--- Extracted information ---
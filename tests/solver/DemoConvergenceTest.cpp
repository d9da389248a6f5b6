// The demo case converged to its periodic steady state: energy balance, second law, and the
// grid-refinement study (regenerator and pulse-tube cells halved and doubled together).
// Tagged [slow]: three converged runs (40, 80 and 160 cells; the demo has 80), about three
// minutes on one core (158 s measured at the demo's relative tolerance 1e-5).
#include <catch2/catch.hpp>

#include <cmath>
#include <fmt/format.h>

#include "solver/components/Machine.hpp"
#include "solver/cycle/SteadyStateSolver.hpp"
#include "solver/input/CaseReader.hpp"

using namespace coldtip;

namespace {

struct Converged {
    SteadyOutcome outcome;
    double carnot_cop = 0.0;
};

//! The demo with `cells` in its regenerator and pulse tube, converged.
Converged convergedDemo(int cells)
{
    CaseDescription d = input::readCaseFile(COLDTIP_CASES "/ge-spectrometer-85K.yaml");
    for (ComponentSpec& c : d.components)
        if (c.kind == ComponentSpec::Kind::Regenerator || c.kind == ComponentSpec::Kind::Tube)
            c.cells = cells;
    Machine machine(d);
    CycleRunner runner(machine, CycleRunner::optionsFor(machine));
    const SteadyOptions options = steadyOptionsFor(d);
    Converged c;
    c.outcome = solveSteadyState(runner, 0, machine.initialState(), options, "accelerated");
    const CycleMetrics& m = c.outcome.metrics;
    c.carnot_cop = m.cold_temperature / (m.reject_temperature - m.cold_temperature);
    return c;
}

//! Energy balance, mass and the second law on one converged demo cycle.
void checkConvergedCycle(const Converged& c)
{
    const CycleMetrics& m = c.outcome.metrics;
    REQUIRE(c.outcome.converged);
    // The energy balance of the converged cycle: (PV power + heat in - heat out)/PV,
    // required within 0.5 % (issue 2); the steady-state test itself asks for 0.2 %.
    CHECK(std::abs(m.energy_balance_error) < 5e-3);
    // Mass is conserved by construction (each face flux leaves one cell, enters the next).
    CHECK(std::abs(m.mass_change) < 1e-10);
    // Second law (Carnot): COP = Q_c / W below T_c / (T_h - T_c).
    CHECK(m.cooling_power > 0.0);
    CHECK(m.cop < c.carnot_cop);
}

} // namespace

// The demo's 80 cells in the regenerator and the pulse tube were chosen by this study: with
// the oscillating-flow heat transfer in the pulse tube (DEVELOPERS.md) doubling 50 -> 100
// cells changed the cooling power by 2.9 %, 80 -> 160 by 1.6 %.
TEST_CASE("converged demo closes its energy balance, stays below Carnot and is "
          "grid-converged within 2 % (regenerator and pulse-tube cells doubled)",
          "[slow][grid][physics]")
{
    const Converged coarse = convergedDemo(40);
    const Converged demo = convergedDemo(80);
    const Converged fine = convergedDemo(160);
    for (const Converged* c : {&coarse, &demo, &fine})
        checkConvergedCycle(*c);
    // Grid refinement (Roache, J. Fluids Eng. 116, 1994: observed order from three grids
    // with refinement ratio 2).
    const double q1 = coarse.outcome.metrics.cooling_power;
    const double q2 = demo.outcome.metrics.cooling_power;
    const double q3 = fine.outcome.metrics.cooling_power;
    const double order = std::log(std::abs((q2 - q1) / (q3 - q2))) / std::log(2.0);
    WARN(fmt::format("cooling power with 40/80/160 cells: {:.4f} / {:.4f} / {:.4f} W; "
                     "observed order {:.2f}; 80 -> 160 changes it by {:.2f} %",
                     q1, q2, q3, order, 100.0 * (q3 - q2) / q2));
    CHECK(std::abs(q3 - q2) / q2 < 0.02);
    CHECK(order > 1.0);
}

--- Exercise directions ---
A word-for-word copy of the entries, from the first line through the line containing "CycleRunner runner(machine, CycleRunner::optionsFor(machine));", is the whole answer.

--- Completed exercise ---
filename tests/solver/DemoConvergenceTest.cpp
repository d9da389248a6f5b6
// The demo case converged to its periodic steady state: energy balance, second law, and the
// grid-refinement study (regenerator and pulse-tube cells halved and doubled together).
// Tagged [slow]: three converged runs (40, 80 and 160 cells; the demo has 80), about three
// minutes on one core (158 s measured at the demo's relative tolerance 1e-5).
#include <catch2/catch.hpp>

#include <cmath>
#include <fmt/format.h>

#include "solver/components/Machine.hpp"
#include "solver/cycle/SteadyStateSolver.hpp"
#include "solver/input/CaseReader.hpp"

using namespace coldtip;

namespace {

struct Converged {
    SteadyOutcome outcome;
    double carnot_cop = 0.0;
};

//! The demo with `cells` in its regenerator and pulse tube, converged.
Converged convergedDemo(int cells)
{
    CaseDescription d = input::readCaseFile(COLDTIP_CASES "/ge-spectrometer-85K.yaml");
    for (ComponentSpec& c : d.components)
        if (c.kind == ComponentSpec::Kind::Regenerator || c.kind == ComponentSpec::Kind::Tube)
            c.cells = cells;
    Machine machine(d);
    CycleRunner runner(machine, CycleRunner::optionsFor(machine));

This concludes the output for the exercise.